Your full retirement age (FRA) is a vital number to know because it affects how much you’ll receive each month for the rest of your life. If you claim benefits at your FRA — which is either age 66, 66 and a few months, or 67, depending on the year you were born — you’ll receive the full benefit amount you’re entitled to. You can claim before or after that age, but it will affect the size of your checks. If you claim early (as early as age 62), your benefits will be reduced. And if you wait until after your FRA to claim (up to age 70), you’ll receive a bonus each month in addition to your full amount.
A whopping 68% of workers age 50 or older don’t know their FRA, a Nationwide survey found. Even more concerning is that among those people, 62% think their FRA is earlier than it actually is. In other words, a lot of workers might begin claiming benefits early thinking they’re going to receive their full benefit amount, when in reality their benefits will be reduced. But when you know your FRA and understand how your benefits will be affected based on the age you claim, you can ensure you’re making the best decision for your situation.
4. Around 57% of workers haven’t checked their estimated future benefit amount.
You don’t have to wait until you begin claiming to figure out what your future benefits may look like. In fact, it only takes a few minutes to check your Social Security statements and see what you’re expected to receive. And yet according to the Social Security Administration, 57% of workers who have online accounts haven’t logged in to check their statements.
Checking your statements is helpful for a variety of reasons. Primarily, it helps you go into retirement more prepared. It’s tough to create a retirement budget and figure out how much you can spend when you don’t know how much help you’ll receive from Social Security, but when you have an estimate of how much you’ll be receiving in benefits each month, you can create a more thorough retirement plan. Having an idea of what your future benefit amount looks like also helps you determine how much you need to save for retirement, since your benefits alone likely won’t be enough to make ends meet.
5. Roughly 78% of workers are worried that Social Security will go bankrupt.
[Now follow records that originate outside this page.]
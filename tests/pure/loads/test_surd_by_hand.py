"""Numbers with one square root, each figure worked by hand: signs, order, and rounding down."""

from fractions import Fraction

import pytest

from loads.balance.surd import Surd, rational, root

F = Fraction

# (whole, factor, under): what it is, with the decimals beside it.
SIGNS = [
    (0, 0, 0, 0),
    (3, 0, 0, 1),
    (-3, 0, 0, -1),
    (3, 0, 7, 1),
    (0, 2, 3, 1),
    (0, -2, 3, -1),
    (0, 5, 0, 0),  # a root of nothing
    (-1, 5, 0, -1),
    (1, -5, 0, 1),
    (1, 1, 2, 1),
    (-1, -1, 2, -1),
    (1, -1, 2, -1),  # 1 - 1.414
    (2, -1, 2, 1),  # 2 - 1.414
    (-1, 1, 2, 1),
    (-2, 1, 2, -1),
    (2, -1, 4, 0),  # 2 - 2
    (-2, 1, 4, 0),
    (3, -3, 2, -1),  # 3 - 4.243
    (F(3, 2), -1, 2, 1),  # 1.5 - 1.414
    (F(7, 5), -1, 2, -1),  # 1.4 - 1.414
    (1, F(-1, 2), 3, 1),  # 1 - 0.866
    (1, F(-2, 3), 3, -1),  # 1 - 1.155
]


@pytest.mark.parametrize(("whole", "factor", "under", "sign"), SIGNS)
def test_the_sign_of_a_number_is_exact(whole, factor, under, sign):
    assert Surd(F(whole), F(factor), F(under)).sign() == sign


RISING = [
    Surd(F(-1), F(-2), F(3)),  # -4.464
    Surd(F(0), F(-1), F(5)),  # -2.236
    rational(F(-2)),
    Surd(F(1), F(-1), F(8)),  # -1.828
    Surd(F(-3), F(1), F(2)),  # -1.586
    Surd(F(2), F(-1), F(10)),  # -1.162
    Surd(F(-1), F(1, 3), F(2)),  # -0.529
    rational(F(-1, 2)),
    rational(F(0)),
    Surd(F(-1), F(1), F(2)),  # 0.4142
    Surd(F(0), F(1, 4), F(3)),  # 0.4330
    rational(F(1, 2)),
    Surd(F(-3, 2), F(1), F(5)),  # 0.7361
    Surd(F(3), F(-1), F(5)),  # 0.7639
    rational(F(1)),
    Surd(F(3), F(-1, 2), F(11)),  # 1.3417
    Surd(F(0), F(1), F(2)),  # 1.41421
    rational(F(99, 70)),  # 1.41429
    Surd(F(1), F(1), F(1, 5)),  # 1.4472
    Surd(F(0), F(1), F(3)),  # 1.732
    Surd(F(-1), F(2), F(2)),  # 1.828
    Surd(F(5), F(-1), F(7)),  # 2.354
    Surd(F(1), F(1), F(2)),  # 2.414
    Surd(F(1), F(1), F(3)),  # 2.732
]


@pytest.mark.parametrize("place", range(len(RISING)))
def test_each_number_of_a_rising_row_is_below_all_that_follow_and_no_other(place):
    number = RISING[place]

    assert [number.below(other) for other in RISING] == [at > place for at in range(len(RISING))]


def test_one_number_written_in_two_ways_is_not_below_itself():
    # 1 + sqrt 8 and 1 + 2 sqrt 2; and the root of nothing, whatever stands before it.
    one, other = Surd(F(1), F(1), F(8)), Surd(F(1), F(2), F(2))
    nothing, also = Surd(F(0), F(7), F(0)), Surd(F(0), F(-2), F(0))

    assert not one.below(other)
    assert not other.below(one)
    assert not Surd(F(0), F(1), F(4)).below(rational(F(2)))
    assert not nothing.below(also)
    assert not also.below(nothing)
    assert nothing.below(Surd(F(0), F(1), F(2)))
    assert Surd(F(0), F(-1), F(2)).below(nothing)


@pytest.mark.parametrize(
    ("number", "bits", "floor"),
    [
        (rational(F(-1, 7)), 3, F(-1, 7)),  # a rational is told as it is
        (Surd(F(0), F(1), F(2)), 0, F(1)),
        (Surd(F(0), F(1), F(2)), 2, F(5, 4)),  # 1.25 and 1.5 around 1.414
        (Surd(F(3), F(2), F(2)), 2, F(23, 4)),  # 5.75 and 6 around 5.828
        (Surd(F(0), F(-1), F(2)), 2, F(-3, 2)),
        (Surd(F(3), F(-1), F(2)), 2, F(3, 2)),
        (Surd(F(0), F(-2), F(2)), 0, F(-3)),  # -2.83
        (Surd(F(0), F(-1), F(4)), 0, F(-2)),  # a root that is one all the same
        (Surd(F(1), F(1, 2), F(2)), 3, F(27, 16)),  # sqrt(1/2) is told by halves of the step: 11/16
        (Surd(F(1), F(-1, 2), F(2)), 3, F(1, 4)),  # 1 - 12/16
    ],
)
def test_a_number_is_rounded_down_to_a_part_of_the_step(number, bits, floor):
    assert number.floor(bits) == floor


@pytest.mark.parametrize(
    ("whole", "factor", "under", "made"),
    [
        (1, 3, F(9, 4), rational(F(11, 2))),
        (1, -3, F(9, 4), rational(F(-7, 2))),
        (2, 5, 0, rational(F(2))),
        (0, 1, F(9, 2), Surd(F(0), F(1), F(9, 2))),  # the root of 9 is one, that of 2 is not
        (0, 1, F(2, 9), Surd(F(0), F(1), F(2, 9))),
        (4, 2, 3, Surd(F(4), F(2), F(3))),
    ],
)
def test_a_root_is_a_rational_where_it_is_one(whole, factor, under, made):
    assert root(F(whole), F(factor), F(under)) == made


def test_a_rational_has_no_root():
    assert rational(F(2, 3)) == Surd(F(2, 3), F(0), F(0))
One of the biggest worries among soon-to-be retirees is that the Social Security program will run out of money, with 78% of workers saying they share this concern, according to a Nationwide survey. However, although the Social Security Administration is facing its fair share of problems, it’s not on the verge of collapse.
The truth is that the Social Security program is facing a cash shortage. With baby boomers retiring in droves and retirees living longer lifespans, the Social Security Administration is paying out more in benefits than it’s receiving in taxes from workers. To fill this gap, the program tapped its trust funds — but those funds are expected to run dry by 2035. At that point, the Social Security Administration will only have enough money to cover around 75% of expected benefits.
So what does this mean for you? First, it means the program itself is not falling apart. As long as workers continue paying their taxes, there will always be at least some money to pay out in benefits. But if Congress doesn’t come up with a solution before 2035, retirees could see their benefits reduced. That’s not ideal, of course, but it’s not as bad as some people may think.
Social Security can be a confusing topic, and you don’t need to know all the nitty-gritty details about how the program works. However, when you understand the basics of how your benefits are calculated, you’ll be able to better prepare for retirement.